▶ _SUPPLIED RECORDS_:
/// An `Option<f32>` as postcard reads it: tag 0 (none) or 1 followed by
/// four little-endian bytes; any other tag is refused.
#[inline]
/// An `Option<u8>` that older formats do not write: no bytes left is `None`.
fn take_trailing_option_u8(bytes: &[u8]) -> Option<(Option<u8>, &[u8])> {
    match bytes {
        [] => Some((None, bytes)),
        [0, rest @ ..] => Some((None, rest)),
        [1, v, rest @ ..] => Some((Some(*v), rest)),
        _ => None,
    }
}

fn take_option_f32(bytes: &[u8]) -> Option<(Option<f32>, &[u8])> {
    match bytes {
        [0, rest @ ..] => Some((None, rest)),
        [1, a, b, c, d, rest @ ..] => Some((Some(f32::from_le_bytes([*a, *b, *c, *d])), rest)),
        _ => None,
    }
}

/// A payload that passed its CRC: a frame, or a record block whose body is
/// `p[3..3 + body_len]` of the payload given, already checked whole.
// Built once per frame and matched at once, never stored.
#[allow(clippy::large_enum_variant)]
pub(super) enum Payload {
    /// Any frame but a record block.
    Frame(Decoded),
    /// A record block (format 2).
    Block {
        /// Sequence number of the frame.
        seq: u16,
        /// Length of the body, which starts at byte 3 of the payload.
        body_len: usize,
    },
}

/// Decode a payload into a [`Decoded`] frame, a record block as a
/// [`Frame::Block`].
pub(super) fn decode_payload(p: &[u8]) -> Result<Decoded, CodecError> {
    match parse_payload(p)? {
        Payload::Frame(d) => Ok(d),
        Payload::Block { seq, body_len } => {
            let body = p.get(3..3 + body_len).ok_or(CodecError::TooShort)?;
            Ok(Decoded {
                seq,
                frame: Frame::Block(compact::RecordBlock::new(body)?),
            })
        }
    }
}

/// Check a payload's CRC and decode it: kind, seq, body, CRC.
pub(super) fn parse_payload(p: &[u8]) -> Result<Payload, CodecError> {
    if p.len() < MIN_PAYLOAD {
        return Err(CodecError::TooShort);
    }
    let (content, crc) = p
        .split_at_checked(p.len() - 4)
        .ok_or(CodecError::TooShort)?;
    let &[c0, c1, c2, c3] = crc else {
        return Err(CodecError::TooShort);
    };
    let want = [c0, c1, c2, c3];
    let mut c = Crc32c::new();
    c.update(content);
    if c.value() != u32::from_le_bytes(want) {
        return Err(CodecError::Crc);
    }
    let (head, body) = content.split_at_checked(3).ok_or(CodecError::TooShort)?;
    let &[kind, s0, s1] = head else {
        return Err(CodecError::TooShort);
    };
    let seq = u16::from_le_bytes([s0, s1]);
    // Bytes after the fields this version knows are ignored (newer minors
    // append fields).
    let frame = match kind {
        KIND_HEADER => {
            let (h, rest) =
                postcard::take_from_bytes::<WireHeader>(body).map_err(|_| CodecError::Payload)?;
            // 1.0 headers end here; 1.1 appends its fields.
            let (ext, rest) = if rest.is_empty() || (h.major, h.minor) < (1, 1) {
                let none = WireHeaderV11 {
                    required_snr_db: None,
                    eirp_cap_dbm: None,
                };
                (none, &[][..])
            } else {
                postcard::take_from_bytes::<WireHeaderV11>(rest).map_err(|_| CodecError::Payload)?
            };
            // 1.2 appends the rate table.
            let rates = if rest.is_empty() || (h.major, h.minor) < (1, 2) {
                RateTable::empty()
            } else {
                let (wire, _) = postcard::take_from_bytes::<WireHeaderV12>(rest)
                    .map_err(|_| CodecError::Payload)?;
                let mut list = [Rate::default(); MAX_RATES];
                for (slot, w) in list.iter_mut().zip(wire.rates.iter()) {
                    *slot = Rate::new(
                        w.name.as_str(),
                        Db(w.required_snr_db),
                        w.airtime_us,
                        w.noise_bandwidth_hz,
                    )
                    .map_err(|_| CodecError::Payload)?;
                }
                let list = list.get(..wire.rates.len()).unwrap_or(&[]);
                RateTable::new(list).map_err(|_| CodecError::Payload)?
            };
            if h.magic != MAGIC {
                return Err(CodecError::BadMagic);
            }
            if h.major != VERSION.major && h.major != VERSION_1.major {
                return Err(CodecError::UnknownVersion {
                    major: h.major,
                    minor: h.minor,
                });
            }
            Frame::Header {
                header: LogHeader {
                    device_id: h.device_id,
                    epoch_ms: h.epoch_ms,
                    min_tx: h.min_tx_dbm.map(Dbm),
                    max_tx: h.max_tx_dbm.map(Dbm),
                    tx_step: h.tx_step_db.map(Db),
                    antenna_gain: h.antenna_gain_dbi.map(Dbi),
                    required_snr: ext.required_snr_db.map(Db),
                    eirp_cap: ext.eirp_cap_dbm.map(Dbm),
                    rates,
                },
                version: Version {
                    major: h.major,
                    minor: h.minor,
                },
            }
        }
        KIND_RECORD => Frame::Record(record_body(body).ok_or(CodecError::Payload)?),
        KIND_BLOCK => {
            compact::validate(body)?;
            return Ok(Payload::Block {
                seq,
                body_len: body.len(),
            });
        }
        KIND_DECISION => {
            let (d, rest) =
                postcard::take_from_bytes::<WireDecision>(body).map_err(|_| CodecError::Payload)?;
            let (rate, _) = take_trailing_option_u8(rest).ok_or(CodecError::Payload)?;
            Frame::Decision(DecisionRecord {
                t_ms: d.t_ms,
                tx_dbm: d.tx_dbm,
                outcome: d.outcome,
                reason: d.reason,
                rate,
            })
        }
        kind => Frame::Other { kind },
    };
    Ok(Payload::Frame(Decoded { seq, frame }))
}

▶ _THE PROBLEM_: Return all of the data exactly as it reads.

▶ _RESPONSE FOR THIS EXERCISE_:
/// An `Option<f32>` as postcard reads it: tag 0 (none) or 1 followed by
/// four little-endian bytes; any other tag is refused.
#[inline]
/// An `Option<u8>` that older formats do not write: no bytes left is `None`.
fn take_trailing_option_u8(bytes: &[u8]) -> Option<(Option<u8>, &[u8])> {
    match bytes {
        [] => Some((None, bytes)),
        [0, rest @ ..] => Some((None, rest)),
        [1, v, rest @ ..] => Some((Some(*v), rest)),
        _ => None,
    }
}

fn take_option_f32(bytes: &[u8]) -> Option<(Option<f32>, &[u8])> {
    match bytes {
        [0, rest @ ..] => Some((None, rest)),
        [1, a, b, c, d, rest @ ..] => Some((Some(f32::from_le_bytes([*a, *b, *c, *d])), rest)),
        _ => None,
    }
}

/// A payload that passed its CRC: a frame, or a record block whose body is
/// `p[3..3 + body_len]` of the payload given, already checked whole.
// Built once per frame and matched at once, never stored.
#[allow(clippy::large_enum_variant)]
pub(super) enum Payload {
    /// Any frame but a record block.
    Frame(Decoded),
    /// A record block (format 2).
    Block {
        /// Sequence number of the frame.
        seq: u16,
        /// Length of the body, which starts at byte 3 of the payload.
        body_len: usize,
    },
}

/// Decode a payload into a [`Decoded`] frame, a record block as a
/// [`Frame::Block`].
pub(super) fn decode_payload(p: &[u8]) -> Result<Decoded, CodecError> {
    match parse_payload(p)? {
        Payload::Frame(d) => Ok(d),
        Payload::Block { seq, body_len } => {
            let body = p.get(3..3 + body_len).ok_or(CodecError::TooShort)?;
            Ok(Decoded {
                seq,
                frame: Frame::Block(compact::RecordBlock::new(body)?),
            })
        }
    }
}

/// Check a payload's CRC and decode it: kind, seq, body, CRC.
pub(super) fn parse_payload(p: &[u8]) -> Result<Payload, CodecError> {
    if p.len() < MIN_PAYLOAD {
        return Err(CodecError::TooShort);
    }
    let (content, crc) = p
        .split_at_checked(p.len() - 4)
        .ok_or(CodecError::TooShort)?;
    let &[c0, c1, c2, c3] = crc else {
        return Err(CodecError::TooShort);
    };
    let want = [c0, c1, c2, c3];
    let mut c = Crc32c::new();
    c.update(content);
    if c.value() != u32::from_le_bytes(want) {
        return Err(CodecError::Crc);
    }
    let (head, body) = content.split_at_checked(3).ok_or(CodecError::TooShort)?;
    let &[kind, s0, s1] = head else {
        return Err(CodecError::TooShort);
    };
    let seq = u16::from_le_bytes([s0, s1]);
    // Bytes after the fields this version knows are ignored (newer minors
    // append fields).
    let frame = match kind {
        KIND_HEADER => {
            let (h, rest) =
                postcard::take_from_bytes::<WireHeader>(body).map_err(|_| CodecError::Payload)?;
            // 1.0 headers end here; 1.1 appends its fields.
            let (ext, rest) = if rest.is_empty() || (h.major, h.minor) < (1, 1) {
                let none = WireHeaderV11 {
                    required_snr_db: None,
                    eirp_cap_dbm: None,
                };
                (none, &[][..])
            } else {
                postcard::take_from_bytes::<WireHeaderV11>(rest).map_err(|_| CodecError::Payload)?
            };
            // 1.2 appends the rate table.
            let rates = if rest.is_empty() || (h.major, h.minor) < (1, 2) {
                RateTable::empty()
            } else {
                let (wire, _) = postcard::take_from_bytes::<WireHeaderV12>(rest)
                    .map_err(|_| CodecError::Payload)?;
                let mut list = [Rate::default(); MAX_RATES];
                for (slot, w) in list.iter_mut().zip(wire.rates.iter()) {
                    *slot = Rate::new(
                        w.name.as_str(),
                        Db(w.required_snr_db),
                        w.airtime_us,
                        w.noise_bandwidth_hz,
                    )
                    .map_err(|_| CodecError::Payload)?;
                }
                let list = list.get(..wire.rates.len()).unwrap_or(&[]);
                RateTable::new(list).map_err(|_| CodecError::Payload)?
            };
            if h.magic != MAGIC {
                return Err(CodecError::BadMagic);
            }
            if h.major != VERSION.major && h.major != VERSION_1.major {
                return Err(CodecError::UnknownVersion {
                    major: h.major,
                    minor: h.minor,
                });
            }
            Frame::Header {
                header: LogHeader {
                    device_id: h.device_id,
                    epoch_ms: h.epoch_ms,
                    min_tx: h.min_tx_dbm.map(Dbm),
                    max_tx: h.max_tx_dbm.map(Dbm),
                    tx_step: h.tx_step_db.map(Db),
                    antenna_gain: h.antenna_gain_dbi.map(Dbi),
                    required_snr: ext.required_snr_db.map(Db),
                    eirp_cap: ext.eirp_cap_dbm.map(Dbm),
                    rates,
                },
                version: Version {
                    major: h.major,
                    minor: h.minor,
                },
            }
        }
        KIND_RECORD => Frame::Record(record_body(body).ok_or(CodecError::Payload)?),
        KIND_BLOCK => {
            compact::validate(body)?;
            return Ok(Payload::Block {
                seq,
                body_len: body.len(),
            });
        }
        KIND_DECISION => {
            let (d, rest) =
                postcard::take_from_bytes::<WireDecision>(body).map_err(|_| CodecError::Payload)?;
            let (rate, _) = take_trailing_option_u8(rest).ok_or(CodecError::Payload)?;
            Frame::Decision(DecisionRecord {
                t_ms: d.t_ms,
                tx_dbm: d.tx_dbm,
                outcome: d.outcome,
                reason: d.reason,
                rate,
            })
        }
        kind => Frame::Other { kind },
    };
    Ok(Payload::Frame(Decoded { seq, frame }))
}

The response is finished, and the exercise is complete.